Thank you for the reply and suggestion. I pulled the burner orifice and found the lines to all be completely clear. Could this be a faulty gas valve? I don't have a gas pressure manometer to test the pressure coming and leaving the valve. 

Thanks


DAKSY said:


> Remove the glass. Take a pic of the log set if you don't have a manual. Remove the log set. Remove the ember material. Pull the burner tube or pan.
> Using a 1/2 inch or a 13mm wrench/socket, remove the burner orifice from the burner gas supply tube. Using a pipe cleaner or a Q-Tip, swab the inside of the supply tube to see if you have a spider's nest in there. Reassemble the burner orifice & reposition the burner tube/pan. Give it a try. If it works reassemble everything back to the way it was & let us know. If it doesn't work, let us know THAT, too & we'll look somewhere else for the solution...


for


----------



## DAKSY (Feb 2, 2014)

Could be the valve, but you need to check the pressure.
Tell me what you've got feeding the unit. 
What diameter is the gas pipe & how long is the run? 
What type of pipe? Corrugated SS? Black Iron? Copper?


----------



## Docker89 (Feb 2, 2014)

I took a picture to give you a better idea. Is there anything wrong with this set-up?


----------



## DAKSY (Feb 3, 2014)

That looks ok. We need to know the size & the length of the run (in feet) that feeds it. Natural gas works on volume. If the length of your feed line is over 30 feet & the diameter of that line is only 1/2 inch, then you're not getting enough gas to the valve. A manometer will be needed to verify the gas pressure.


----------



## Heatsource (Feb 3, 2014)

maybe it was converted at some point and there is an issue with the regulator
(my best guess based on the info provided)


----------



## coaly (Feb 3, 2014)

If the unit sat a while disconnected for sale, mud daubers, spiders, or other insects can get into the valve inlet and get debris to partially plug or prevent valve opening. People never seem to put a simple piece of tape over the inlet.............. Not all have a screen.

  Did you try tapping on the valve with it calling for main burner on? They can stick after sitting as well.
  I'm not saying when all else fails, hit it with a hammer, but I've seen MANY need a tap to get working after sitting the summer season. Tapping the inlet line with a wrench is sometimes all they need. Don't be surprised if it lights right up - floor furnaces are notorious for that in damp crawl spaces when setting idle for months. When the thermopile is generating, some current is used to keep the electromagnet coil in the safety portion of the valve energized (open) so you only have a small amount of voltage left to open the main valve, which on many newer units can have a double shut off inside to have to open.

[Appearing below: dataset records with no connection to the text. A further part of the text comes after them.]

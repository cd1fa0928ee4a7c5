import { gaussLegendreRule } from './gauss-legendre-rule.js';

// 24 points on each side of the rectangle's diagonal integrate the smooth
// angular integrand to 1e-10 or better (the tests compare an independent
// Cartesian quadrature).
const RULE = gaussLegendreRule(24);

/**
 * Fox's (1948) depth factor If: the mean settlement of a flexible, uniformly
 * loaded rectangle B × L buried at depth D in an elastic half-space, over the
 * mean settlement of the same rectangle at the surface (If = 1 at D = 0).
 * Fox integrated Mindlin's (1936) point-load solution over the rectangle; this
 * function does the same, in closed form along each ray from a point and by
 * Gauss–Legendre quadrature over the angle, rather than reading the chart.
 *
 * Mindlin's vertical displacement at the load's own depth c, distance r:
 * w = P(1 + ν)/(8πE(1 − ν))·[(3 − 4ν)/r + (8(1 − ν)² − (3 − 4ν))/R + (10 − 16ν)c²/R³ + 24c⁴/R⁵],
 * R = √(r² + 4c²); at c = 0 it is Boussinesq's P(1 − ν²)/(πEr). The mean over
 * the rectangle of the load spread over it is ∫∫ (B − u)(L − v)·w(√(u² + v²)) du dv
 * (times 4/(BL)²), so If = [(3 − 4ν)J1 + (8(1 − ν)² − (3 − 4ν))J2 + (10 − 16ν)c²J3 + 24c⁴J5] / [8(1 − ν)²J1],
 * Jk = ∫∫ (B − u)(L − v)/Rᵏ du dv over 0 ≤ u ≤ B, 0 ≤ v ≤ L (J1 with R = r).
 * As D/B → ∞, If → (3 − 4ν)/(8(1 − ν)²) (Kelvin's full-space solution): 0.50
 * for ν = 0.5, 0.459 for ν = 0.3.
 *
 * Assumptions: homogeneous isotropic elastic half-space, the soil above the
 * base in place and bonded to the footing (no excavation, no side shear
 * loss), flexible footing, the factor applied to centre, corner or rigid
 * settlement alike as the textbooks do. Real embedment effects are smaller;
 * the factor is often capped by designers (e.g. at 0.5 or more).
 * Source: Fox (1948), "The mean elastic settlement of a uniformly loaded area
 * at a depth below the ground surface", Proc. 2nd ICSMFE, Rotterdam, 1:129–132;
 * Mindlin (1936), Physics 7:195–202; the factor as charted in Das,
 * *Principles of Foundation Engineering* (If against Df/B for B/L and ν) and
 * Bowles, *Foundation Analysis and Design*, ch. 5.
 *
 * @param lengthToWidthRatio L/B, dimensionless (≥ 1, finite)
 * @param depthToWidthRatio D/B, depth of the base below ground over the width, dimensionless (≥ 0, finite)
 * @param poissonRatio ν, dimensionless (0–0.5)
 * @returns If, dimensionless, in ((3 − 4ν)/(8(1 − ν)²), 1]
 * @throws RangeError for L/B < 1, D/B < 0, ν outside 0–0.5, or non-finite input
 * @example foxDepthFactor(2, 1, 0.3) // 0.7088
 */
export function foxDepthFactor(lengthToWidthRatio: number, depthToWidthRatio: number, poissonRatio: number): number {
  if (!(lengthToWidthRatio >= 1) || !Number.isFinite(lengthToWidthRatio)) throw new RangeError('foxDepthFactor requires a finite lengthToWidthRatio >= 1');
  if (!(depthToWidthRatio >= 0) || !Number.isFinite(depthToWidthRatio)) throw new RangeError('foxDepthFactor requires a finite depthToWidthRatio >= 0');
  if (!(poissonRatio >= 0 && poissonRatio <= 0.5)) throw new RangeError('foxDepthFactor requires 0 <= poissonRatio <= 0.5');
  if (depthToWidthRatio === 0) return 1;
  const nu = poissonRatio;
  // Work with B = 1: the factor depends only on the ratios.
  const lengthM = lengthToWidthRatio;
  const depthM = depthToWidthRatio;
  const h = 2 * depthM;
  const j = rectangleKernelIntegrals(1, lengthM, h);
  const surface = 8 * (1 - nu) * (1 - nu);
  const buried = (3 - 4 * nu) * j.j1 + (surface - (3 - 4 * nu)) * j.j2 + (10 - 16 * nu) * depthM * depthM * j.j3 + 24 * depthM ** 4 * j.j5;
  return buried / (surface * j.j1);
}

interface KernelIntegrals {
  readonly j1: number;
  readonly j2: number;
  readonly j3: number;
  readonly j5: number;
}

/**
 * Jk = ∫∫ (B − u)(L − v)·(u² + v² + h²)^(−k/2) du dv over [0, B] × [0, L]
 * (J1 at h = 0): polar coordinates about the origin, the radial integral of
 * each power of r in closed form, the angle by Gauss–Legendre on either side
 * of the diagonal, where the ray's end switches from the edge u = B to v = L.
 */
function rectangleKernelIntegrals(widthM: number, lengthM: number, h: number): KernelIntegrals {
  const diagonal = Math.atan2(lengthM, widthM);
  let j1 = 0;
  let j2 = 0;
  let j3 = 0;
  let j5 = 0;
  for (const [from, to] of [
    [0, diagonal],
    [diagonal, Math.PI / 2],
  ] as const) {
    const half = (to - from) / 2;
    for (let i = 0; i < RULE.nodes.length; i += 1) {
      const theta = from + half * (1 + (RULE.nodes[i] ?? 0));
      const weight = half * (RULE.weights[i] ?? 0);
      const cos = Math.cos(theta);
      const sin = Math.sin(theta);
      const rho = theta <= diagonal ? widthM / cos : lengthM / sin;
      // (B − r cos θ)(L − r sin θ) = BL − (B sin θ + L cos θ)·r + cos θ sin θ·r², times r dr.
      const c0 = widthM * lengthM;
      const c1 = -(widthM * sin + lengthM * cos);
      const c2 = cos * sin;
      j1 += weight * (c0 * rho + (c1 * rho * rho) / 2 + (c2 * rho * rho * rho) / 3);
      const s = Math.sqrt(rho * rho + h * h);
      const sMinusH = (rho * rho) / (s + h);
      const asinh = Math.asinh(rho / h);
      // ∫0^ρ r^(n+1)·(r² + h²)^(−k/2) dr for n = 0, 1, 2, in forms free of cancellation where they can be.
      const k1 = [sMinusH, (rho * s - h * h * asinh) / 2, (sMinusH * sMinusH * (s + 2 * h)) / 3] as const;
      const k3 = [sMinusH / (h * s), asinh - rho / s, (sMinusH * sMinusH) / s] as const;
      const k5 = [
        (sMinusH * (s * s + s * h + h * h)) / (3 * h ** 3 * s ** 3),
        rho ** 3 / (3 * h * h * s ** 3),
        (sMinusH * sMinusH * (2 * s + h)) / (3 * h * s ** 3),
      ] as const;
      j2 += weight * (c0 * k1[0] + c1 * k1[1] + c2 * k1[2]);
      j3 += weight * (c0 * k3[0] + c1 * k3[1] + c2 * k3[2]);
      j5 += weight * (c0 * k5[0] + c1 * k5[1] + c2 * k5[2]);
    }
  }
  return { j1, j2, j3, j5 };
}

When they work with a switch at valve, but not with thermostat;
When a thermostat is used across the room, the DC current from the generator has to make it all the way to the thermostat, through the points and back to gas valve. (the reason only a millivolt thermostat should be used) So the wire gauge and voltage drop becomes important. One test is to jump the terminals on the valve to make sure the switch or thermostat and wiring is passing enough current. Direct connection with a jumper or screwdriver gives it a little more current, eliminating and voltage drop you may have in the circuit. Including your simple off / on switch if that's all it has. Those connections on valve and switch have to be very clean as well.

Keep in mind it's USUALLY not a "gas" problem but electrical from poor connections at limit switch, terminals, twist connectors....... As a gas man, I used my voltmeter and electric tools to cure most gas appliance problems more than gas flow problems. (other than a simple pilot cleaning)


----------



## Docker89 (Feb 4, 2014)

Thank you both very much for the suggestions.... The unit was sitting for a long period of time in a garage prior to the party selling it to me. The stove is supplied with 30' of 1" pipe. I have tried repeatedly to tap the gas valve with a wrench with the on/off switch engaged. The unit its not hooked up to a thermostat so that's not the issue.  

why can do a few burner holes produce VERY small blue 1/4" flames near the burner but thats it? is it possible that the valve is only partially opening? I have heard from technicians that "servicing" valves is not really possible and usually just replaced. Is this my last option? Or is there a way I can clean out or manually open and "un-stick" the gas valve?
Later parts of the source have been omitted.